There is considerable conversation, on all sides of the issue, surrounding a 6-3 supreme court decision today recognizing “gay” and/or “transgender” persons as being protected by the 1964 civil rights act under the definition of “sex”.  Factually, the decision authored by Judge Gorsuch writes those terms into the legislative definition; that’s a problem.

However, that said, for all practical purposes and intents, sexual orientation has been a protected employment category -as viewed by the Dept. of Labor and EEOC- since the mid-90’s. So some of the over-the-top exclamations, in both directions, are moot amid the world of practical application.

As to the issue of SCOTUS usurping the legislative responsibility for the practical wording of law, yes, this ruling is an issue, and Judge Alito is absolutely correct in all corners of his dissent.  Justice Gorsuch has opened a can of worms for downstream consequences unrelated to employment eligibility; and a myriad of potential future cases based on gender orientation are likely to flow to the court; so the big picture is problematic.

All arguments surrounding the issue of SCOTUS writing legislation through the delivery of opinion are merited and worthy.  However, on the specific application of ‘gender’ to employment eligibility, today’s ruling was already in place.  Amy Howe has a good encapsulation at SCOTUS Blog:

“Today the Supreme Court, by a vote of 6-3, ruled that even if Congress may not have had discrimination based on sexual orientation or transgender status in mind when it enacted the landmark law over a half century ago, Title VII’s ban on discrimination protects gay, lesbian and transgender employees. Because fewer than half of the 50 states currently ban employment discrimination based on gender identity or sexual orientation, today’s decision is a major victory for LGBT employees.”

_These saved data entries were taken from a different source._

// deepFns[shape][inner][absorbed][outer] builds the closure of a fused
// L-type or R-type instruction (see fusedL, fusedR) one of whose inner
// operands is itself a single-use + - * instruction, absorbed in turn.
// Shapes, with operation indices 0 add, 1 sub, 2 mul:
//
//	0: ((a absorbed b) inner c) outer d
//	1: (a inner (b absorbed c)) outer d
//	2: a outer ((b absorbed c) inner d)
//	3: a outer (b inner (c absorbed d))
var deepFns = [4][3][3][3]func(a, b, c, d uint8) regFn{
	{
		{
			{
				func(a, b, c, d uint8) regFn {
					return func(r *[256]float64) float64 { return ((r[a] + r[b]) + r[c]) + r[d] }
				},
				func(a, b, c, d uint8) regFn {
					return func(r *[256]float64) float64 { return ((r[a] + r[b]) + r[c]) - r[d] }
				},
				func(a, b, c, d uint8) regFn {
					return func(r *[256]float64) float64 { return float64(((r[a] + r[b]) + r[c]) * r[d]) }
				},
			},
			{
				func(a, b, c, d uint8) regFn {
					return func(r *[256]float64) float64 { return ((r[a] - r[b]) + r[c]) + r[d] }
				},
				func(a, b, c, d uint8) regFn {
					return func(r *[256]float64) float64 { return ((r[a] - r[b]) + r[c]) - r[d] }
				},
				func(a, b, c, d uint8) regFn {
					return func(r *[256]float64) float64 { return float64(((r[a] - r[b]) + r[c]) * r[d]) }
				},
			},
			{
				func(a, b, c, d uint8) regFn {
					return func(r *[256]float64) float64 { return (float64(r[a]*r[b]) + r[c]) + r[d] }
				},
				func(a, b, c, d uint8) regFn {
					return func(r *[256]float64) float64 { return (float64(r[a]*r[b]) + r[c]) - r[d] }
				},
				func(a, b, c, d uint8) regFn {
					return func(r *[256]float64) float64 { return float64((float64(r[a]*r[b]) + r[c]) * r[d]) }
				},
			},
		},
		{
			{
				func(a, b, c, d uint8) regFn {
					return func(r *[256]float64) float64 { return ((r[a] + r[b]) - r[c]) + r[d] }
				},
				func(a, b, c, d uint8) regFn {
					return func(r *[256]float64) float64 { return ((r[a] + r[b]) - r[c]) - r[d] }
				},
				func(a, b, c, d uint8) regFn {
					return func(r *[256]float64) float64 { return float64(((r[a] + r[b]) - r[c]) * r[d]) }
				},
			},
			{
				func(a, b, c, d uint8) regFn {
					return func(r *[256]float64) float64 { return ((r[a] - r[b]) - r[c]) + r[d] }
				},
				func(a, b, c, d uint8) regFn {
					return func(r *[256]float64) float64 { return ((r[a] - r[b]) - r[c]) - r[d] }
				},
				func(a, b, c, d uint8) regFn {
					return func(r *[256]float64) float64 { return float64(((r[a] - r[b]) - r[c]) * r[d]) }
				},
			},
			{
				func(a, b, c, d uint8) regFn {
					return func(r *[256]float64) float64 { return (float64(r[a]*r[b]) - r[c]) + r[d] }
				},
				func(a, b, c, d uint8) regFn {
					return func(r *[256]float64) float64 { return (float64(r[a]*r[b]) - r[c]) - r[d] }
				},
				func(a, b, c, d uint8) regFn {
					return func(r *[256]float64) float64 { return float64((float64(r[a]*r[b]) - r[c]) * r[d]) }
				},
			},
		},
		{
			{
				func(a, b, c, d uint8) regFn {
					return func(r *[256]float64) float64 { return float64((r[a]+r[b])*r[c]) + r[d] }
				},
				func(a, b, c, d uint8) regFn {
					return func(r *[256]float64) float64 { return float64((r[a]+r[b])*r[c]) - r[d] }
				},
				func(a, b, c, d uint8) regFn {
					return func(r *[256]float64) float64 { return float64(float64((r[a]+r[b])*r[c]) * r[d]) }
				},
			},
			{
				func(a, b, c, d uint8) regFn {
					return func(r *[256]float64) float64 { return float64((r[a]-r[b])*r[c]) + r[d] }
				},
				func(a, b, c, d uint8) regFn {
					return func(r *[256]float64) float64 { return float64((r[a]-r[b])*r[c]) - r[d] }
				},
				func(a, b, c, d uint8) regFn {
					return func(r *[256]float64) float64 { return float64(float64((r[a]-r[b])*r[c]) * r[d]) }
				},
			},
			{
				func(a, b, c, d uint8) regFn {
					return func(r *[256]float64) float64 { return float64(float64(r[a]*r[b])*r[c]) + r[d] }
				},
				func(a, b, c, d uint8) regFn {
					return func(r *[256]float64) float64 { return float64(float64(r[a]*r[b])*r[c]) - r[d] }
				},
				func(a, b, c, d uint8) regFn {
					return func(r *[256]float64) float64 { return float64(float64(float64(r[a]*r[b])*r[c]) * r[d]) }
				},
			},
		},
	},
	{
		{
			{
				func(a, b, c, d uint8) regFn {
					return func(r *[256]float64) float64 { return (r[a] + (r[b] + r[c])) + r[d] }
				},
				func(a, b, c, d uint8) regFn {
					return func(r *[256]float64) float64 { return (r[a] + (r[b] + r[c])) - r[d] }
				},
				func(a, b, c, d uint8) regFn {
					return func(r *[256]float64) float64 { return float64((r[a] + (r[b] + r[c])) * r[d]) }
				},
			},
			{
				func(a, b, c, d uint8) regFn {
					return func(r *[256]float64) float64 { return (r[a] + (r[b] - r[c])) + r[d] }
				},
				func(a, b, c, d uint8) regFn {
					return func(r *[256]float64) float64 { return (r[a] + (r[b] - r[c])) - r[d] }
				},
				func(a, b, c, d uint8) regFn {
					return func(r *[256]float64) float64 { return float64((r[a] + (r[b] - r[c])) * r[d]) }
				},
			},
			{
				func(a, b, c, d uint8) regFn {
					return func(r *[256]float64) float64 { return (r[a] + float64(r[b]*r[c])) + r[d] }
				},
				func(a, b, c, d uint8) regFn {
					return func(r *[256]float64) float64 { return (r[a] + float64(r[b]*r[c])) - r[d] }
				},
				func(a, b, c, d uint8) regFn {
					return func(r *[256]float64) float64 { return float64((r[a] + float64(r[b]*r[c])) * r[d]) }
				},
			},
		},
		{
			{
				func(a, b, c, d uint8) regFn {
					return func(r *[256]float64) float64 { return (r[a] - (r[b] + r[c])) + r[d] }
				},
				func(a, b, c, d uint8) regFn {
					return func(r *[256]float64) float64 { return (r[a] - (r[b] + r[c])) - r[d] }
				},
				func(a, b, c, d uint8) regFn {
					return func(r *[256]float64) float64 { return float64((r[a] - (r[b] + r[c])) * r[d]) }
				},
			},
			{
				func(a, b, c, d uint8) regFn {
					return func(r *[256]float64) float64 { return (r[a] - (r[b] - r[c])) + r[d] }
				},
				func(a, b, c, d uint8) regFn {
					return func(r *[256]float64) float64 { return (r[a] - (r[b] - r[c])) - r[d] }
				},
				func(a, b, c, d uint8) regFn {
					return func(r *[256]float64) float64 { return float64((r[a] - (r[b] - r[c])) * r[d]) }
				},
			},
			{
				func(a, b, c, d uint8) regFn {
					return func(r *[256]float64) float64 { return (r[a] - float64(r[b]*r[c])) + r[d] }
				},
				func(a, b, c, d uint8) regFn {
					return func(r *[256]float64) float64 { return (r[a] - float64(r[b]*r[c])) - r[d] }
				},
				func(a, b, c, d uint8) regFn {
					return func(r *[256]float64) float64 { return float64((r[a] - float64(r[b]*r[c])) * r[d]) }
				},
			},
		},
		{
			{
				func(a, b, c, d uint8) regFn {
					return func(r *[256]float64) float64 { return float64(r[a]*(r[b]+r[c])) + r[d] }
				},
				func(a, b, c, d uint8) regFn {
					return func(r *[256]float64) float64 { return float64(r[a]*(r[b]+r[c])) - r[d] }
				},
				func(a, b, c, d uint8) regFn {
					return func(r *[256]float64) float64 { return float64(float64(r[a]*(r[b]+r[c])) * r[d]) }
				},
			},
			{
				func(a, b, c, d uint8) regFn {
					return func(r *[256]float64) float64 { return float64(r[a]*(r[b]-r[c])) + r[d] }
				},
				func(a, b, c, d uint8) regFn {
					return func(r *[256]float64) float64 { return float64(r[a]*(r[b]-r[c])) - r[d] }
				},
				func(a, b, c, d uint8) regFn {
					return func(r *[256]float64) float64 { return float64(float64(r[a]*(r[b]-r[c])) * r[d]) }
				},
			},
			{
				func(a, b, c, d uint8) regFn {
					return func(r *[256]float64) float64 { return float64(r[a]*float64(r[b]*r[c])) + r[d] }
				},
				func(a, b, c, d uint8) regFn {
					return func(r *[256]float64) float64 { return float64(r[a]*float64(r[b]*r[c])) - r[d] }
				},
				func(a, b, c, d uint8) regFn {
					return func(r *[256]float64) float64 { return float64(float64(r[a]*float64(r[b]*r[c])) * r[d]) }
				},
			},
		},
	},
	{
		{
			{
				func(a, b, c, d uint8) regFn {
					return func(r *[256]float64) float64 { return r[a] + ((r[b] + r[c]) + r[d]) }
				},
				func(a, b, c, d uint8) regFn {
					return func(r *[256]float64) float64 { return r[a] - ((r[b] + r[c]) + r[d]) }
				},
				func(a, b, c, d uint8) regFn {
					return func(r *[256]float64) float64 { return float64(r[a] * ((r[b] + r[c]) + r[d])) }
				},
			},
			{
				func(a, b, c, d uint8) regFn {
					return func(r *[256]float64) float64 { return r[a] + ((r[b] - r[c]) + r[d]) }
				},
				func(a, b, c, d uint8) regFn {
					return func(r *[256]float64) float64 { return r[a] - ((r[b] - r[c]) + r[d]) }
				},
				func(a, b, c, d uint8) regFn {
					return func(r *[256]float64) float64 { return float64(r[a] * ((r[b] - r[c]) + r[d])) }
				},
			},
			{
				func(a, b, c, d uint8) regFn {
					return func(r *[256]float64) float64 { return r[a] + (float64(r[b]*r[c]) + r[d]) }
				},
				func(a, b, c, d uint8) regFn {
					return func(r *[256]float64) float64 { return r[a] - (float64(r[b]*r[c]) + r[d]) }
				},
				func(a, b, c, d uint8) regFn {
					return func(r *[256]float64) float64 { return float64(r[a] * (float64(r[b]*r[c]) + r[d])) }
				},
			},
		},
		{
			{
				func(a, b, c, d uint8) regFn {
					return func(r *[256]float64) float64 { return r[a] + ((r[b] + r[c]) - r[d]) }
				},
				func(a, b, c, d uint8) regFn {
					return func(r *[256]float64) float64 { return r[a] - ((r[b] + r[c]) - r[d]) }
				},
				func(a, b, c, d uint8) regFn {
					return func(r *[256]float64) float64 { return float64(r[a] * ((r[b] + r[c]) - r[d])) }
				},
			},
			{
				func(a, b, c, d uint8) regFn {
					return func(r *[256]float64) float64 { return r[a] + ((r[b] - r[c]) - r[d]) }
				},
				func(a, b, c, d uint8) regFn {
					return func(r *[256]float64) float64 { return r[a] - ((r[b] - r[c]) - r[d]) }
				},
				func(a, b, c, d uint8) regFn {
					return func(r *[256]float64) float64 { return float64(r[a] * ((r[b] - r[c]) - r[d])) }
				},
			},
			{
				func(a, b, c, d uint8) regFn {
					return func(r *[256]float64) float64 { return r[a] + (float64(r[b]*r[c]) - r[d]) }
				},
				func(a, b, c, d uint8) regFn {
					return func(r *[256]float64) float64 { return r[a] - (float64(r[b]*r[c]) - r[d]) }
				},
				func(a, b, c, d uint8) regFn {
					return func(r *[256]float64) float64 { return float64(r[a] * (float64(r[b]*r[c]) - r[d])) }
				},
			},
		},
		{
			{
				func(a, b, c, d uint8) regFn {
					return func(r *[256]float64) float64 { return r[a] + float64((r[b]+r[c])*r[d]) }
				},
				func(a, b, c, d uint8) regFn {
					return func(r *[256]float64) float64 { return r[a] - float64((r[b]+r[c])*r[d]) }
				},
				func(a, b, c, d uint8) regFn {
					return func(r *[256]float64) float64 { return float64(r[a] * float64((r[b]+r[c])*r[d])) }
				},
			},
			{
				func(a, b, c, d uint8) regFn {
					return func(r *[256]float64) float64 { return r[a] + float64((r[b]-r[c])*r[d]) }
				},
				func(a, b, c, d uint8) regFn {
					return func(r *[256]float64) float64 { return r[a] - float64((r[b]-r[c])*r[d]) }
				},
				func(a, b, c, d uint8) regFn {
					return func(r *[256]float64) float64 { return float64(r[a] * float64((r[b]-r[c])*r[d])) }
				},
			},
			{
				func(a, b, c, d uint8) regFn {
					return func(r *[256]float64) float64 { return r[a] + float64(float64(r[b]*r[c])*r[d]) }
				},
				func(a, b, c, d uint8) regFn {
					return func(r *[256]float64) float64 { return r[a] - float64(float64(r[b]*r[c])*r[d]) }
				},
				func(a, b, c, d uint8) regFn {
					return func(r *[256]float64) float64 { return float64(r[a] * float64(float64(r[b]*r[c])*r[d])) }
				},
			},
		},
	},
	{
		{
			{
				func(a, b, c, d uint8) regFn {
					return func(r *[256]float64) float64 { return r[a] + (r[b] + (r[c] + r[d])) }
				},
				func(a, b, c, d uint8) regFn {
					return func(r *[256]float64) float64 { return r[a] - (r[b] + (r[c] + r[d])) }
				},
				func(a, b, c, d uint8) regFn {
					return func(r *[256]float64) float64 { return float64(r[a] * (r[b] + (r[c] + r[d]))) }
				},
			},
			{
				func(a, b, c, d uint8) regFn {
					return func(r *[256]float64) float64 { return r[a] + (r[b] + (r[c] - r[d])) }
				},
				func(a, b, c, d uint8) regFn {
					return func(r *[256]float64) float64 { return r[a] - (r[b] + (r[c] - r[d])) }
				},
				func(a, b, c, d uint8) regFn {
					return func(r *[256]float64) float64 { return float64(r[a] * (r[b] + (r[c] - r[d]))) }
				},
			},
			{
				func(a, b, c, d uint8) regFn {
					return func(r *[256]float64) float64 { return r[a] + (r[b] + float64(r[c]*r[d])) }
				},
				func(a, b, c, d uint8) regFn {
					return func(r *[256]float64) float64 { return r[a] - (r[b] + float64(r[c]*r[d])) }
				},
				func(a, b, c, d uint8) regFn {
					return func(r *[256]float64) float64 { return float64(r[a] * (r[b] + float64(r[c]*r[d]))) }
				},
			},
		},
		{
			{
				func(a, b, c, d uint8) regFn {
					return func(r *[256]float64) float64 { return r[a] + (r[b] - (r[c] + r[d])) }
				},
				func(a, b, c, d uint8) regFn {
					return func(r *[256]float64) float64 { return r[a] - (r[b] - (r[c] + r[d])) }
				},
				func(a, b, c, d uint8) regFn {
					return func(r *[256]float64) float64 { return float64(r[a] * (r[b] - (r[c] + r[d]))) }
				},
			},
			{
				func(a, b, c, d uint8) regFn {
					return func(r *[256]float64) float64 { return r[a] + (r[b] - (r[c] - r[d])) }
				},
				func(a, b, c, d uint8) regFn {
					return func(r *[256]float64) float64 { return r[a] - (r[b] - (r[c] - r[d])) }
				},
				func(a, b, c, d uint8) regFn {
					return func(r *[256]float64) float64 { return float64(r[a] * (r[b] - (r[c] - r[d]))) }
				},
			},
			{
				func(a, b, c, d uint8) regFn {
					return func(r *[256]float64) float64 { return r[a] + (r[b] - float64(r[c]*r[d])) }
				},
				func(a, b, c, d uint8) regFn {
					return func(r *[256]float64) float64 { return r[a] - (r[b] - float64(r[c]*r[d])) }
				},
				func(a, b, c, d uint8) regFn {
					return func(r *[256]float64) float64 { return float64(r[a] * (r[b] - float64(r[c]*r[d]))) }
				},
			},
		},
		{
			{
				func(a, b, c, d uint8) regFn {
					return func(r *[256]float64) float64 { return r[a] + float64(r[b]*(r[c]+r[d])) }
				},
				func(a, b, c, d uint8) regFn {
					return func(r *[256]float64) float64 { return r[a] - float64(r[b]*(r[c]+r[d])) }
				},
				func(a, b, c, d uint8) regFn {
					return func(r *[256]float64) float64 { return float64(r[a] * float64(r[b]*(r[c]+r[d]))) }
				},
			},
			{
				func(a, b, c, d uint8) regFn {
					return func(r *[256]float64) float64 { return r[a] + float64(r[b]*(r[c]-r[d])) }
				},
				func(a, b, c, d uint8) regFn {
					return func(r *[256]float64) float64 { return r[a] - float64(r[b]*(r[c]-r[d])) }
				},
				func(a, b, c, d uint8) regFn {
					return func(r *[256]float64) float64 { return float64(r[a] * float64(r[b]*(r[c]-r[d]))) }
				},
			},
			{
				func(a, b, c, d uint8) regFn {
					return func(r *[256]float64) float64 { return r[a] + float64(r[b]*float64(r[c]*r[d])) }
				},
				func(a, b, c, d uint8) regFn {
					return func(r *[256]float64) float64 { return r[a] - float64(r[b]*float64(r[c]*r[d])) }
				},
				func(a, b, c, d uint8) regFn {
					return func(r *[256]float64) float64 { return float64(r[a] * float64(r[b]*float64(r[c]*r[d]))) }
				},
			},
		},
	},
}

[…] Gorsuch framed the question before the court as a straightforward one: “Today,” he wrote, “we must decide whether an employer can fire someone simply for being homosexual or transgender.” The answer to that question, he continued, “is clear.” When an employer fires an employee “for being homosexual or transgender,” that employer “fires that person for traits or actions it would not have questioned in members of a different sex. Sex plays a necessary and undisguisable role in the decision, exactly what Title VII forbids.”

[…] Justice Samuel Alito filed a sharp dissent that was joined by Justice Clarence Thomas. While conceding that the result that the majority reached “no doubt arises from humane and generous impulses,” Alito stressed that there “is only one word for what the Court has done today: legislation.” He compared the majority’s opinion to a “pirate ship,” writing that although it sails “under a textualist flag” – that is, it purports to adhere to the text of Title VII – “what it actually represents is a theory of statutory interpretation that Justice Scalia excoriated—the theory that court should ‘update’ old statutes so that they better reflect the current values of society.” “If the Court finds it appropriate to adopt this theory,” Alito complained, “it should own up to what it is doing.”  (read more)

In the bigger picture, because Title VII as drafted does not protect gay and lesbian employees, nor does any honest review of the 1964 statute imply such a definition, the responsibility to amend Title VII belonged to congress and the president in the legislative process, not to the Supreme Court.  That’s the bigger problem with the SCOTUS decision.

Congress should be, and is, responsible for defining the term “because of sex” as it applies in the original legislation; as it was written to eliminate employment discrimination.  What the supreme court did today was textually, and arguably constitutionally, outside the parameters of their role.

The only modicum of upside optimism stems from reminding ourselves that practically speaking the ruling today was already, technically, in place. The executive branch already viewed sex-based employment discrimination as against EEOC rules.  However, the severe downside is further movement toward legislation being created by the courts.

I think Justice Alito is correct… The Supreme Court has just opened themselves up to a lot more work coming on their calendar.